Over recent weeks, there have been long petrol queues across Nigeria as a scarcity has forced fuelling stations to ration supplies. Challenged over the development last week, Dr Kachikwu said he was not a magician and did not have wand to wave the problem away immediately, prompting a spate of attacks.

 

Yesterday, while appearing before the Senate Committee on Petroleum, Dr Kachikwu apologised for his remarks saying that he erroneously made the statement because he was not a politician. A former director-general of the Nigerian National Petroleum Corporation (NNPC), Dr Kachikwu is an oil industry technocrat appointed minister by President Muhammadu Buhari.

 

After apologising to senators, he said that the nationwide fuel shortages would be addressed soon,  adding that enough measures have been put in place to end them by next week. Dr Kachikwu said even though a two-week target had been set to end the scarcity, he was working assiduously to ensure that between April 5 and 7, the lingering queues would have largely disappeared.

 

Dr Kachikwu added: “I do apologise for the comment that I made jocularly with my friends in the press about not being a magician and it offended Nigerians. I did go on to explain what needed to be done and I did not know that it would create the kind of hyperbole that it did.


“Let me first admit that I am not a typically experienced politician, I am a technocrat.
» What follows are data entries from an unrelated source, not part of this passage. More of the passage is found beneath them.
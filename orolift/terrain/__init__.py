"""Terrain as arrays: transects, hand-entered ridges, elevation grids and their features. Opens no file."""

from orolift.terrain.features import Features, features
from orolift.terrain.grid import ElevationGrid, grid_elevation
from orolift.terrain.ridge import ridge_transect
from orolift.terrain.transect import MINIMUM_RELIEF, Transect, transect_elevation

__all__ = [
    "MINIMUM_RELIEF",
    "ElevationGrid",
    "Features",
    "Transect",
    "features",
    "grid_elevation",
    "ridge_transect",
    "transect_elevation",
]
I come to work and some of the phraseologies that I may use, while being acceptable in the arena in which I play obviously will not be acceptable in the public political arena."

 

He blamed the current scarcity on the non-availability of foreign exchange by oil marketers to sustain the importation of petrol, a situation he said now placed the entire business of fuel importation on the shoulders of the NNPC. Dr Kachikwu  also said that while the current government inherited a subsidy bill of N600bn (£2.09bn), about N500bn had been paid while the balance had been brought forward in the 2016 budget.

 

According to Dr Kachikwu, the government had saved N1trn since January 2016 because it has not paid subsidy on petrol, adding that the issue of pipeline vandalism had further complicated the problem. However, he said for the first time, the NNPC had recovered the Escravos pipeline to the Warri refinery, a development he said would aid the movement of crude oil to the refineries.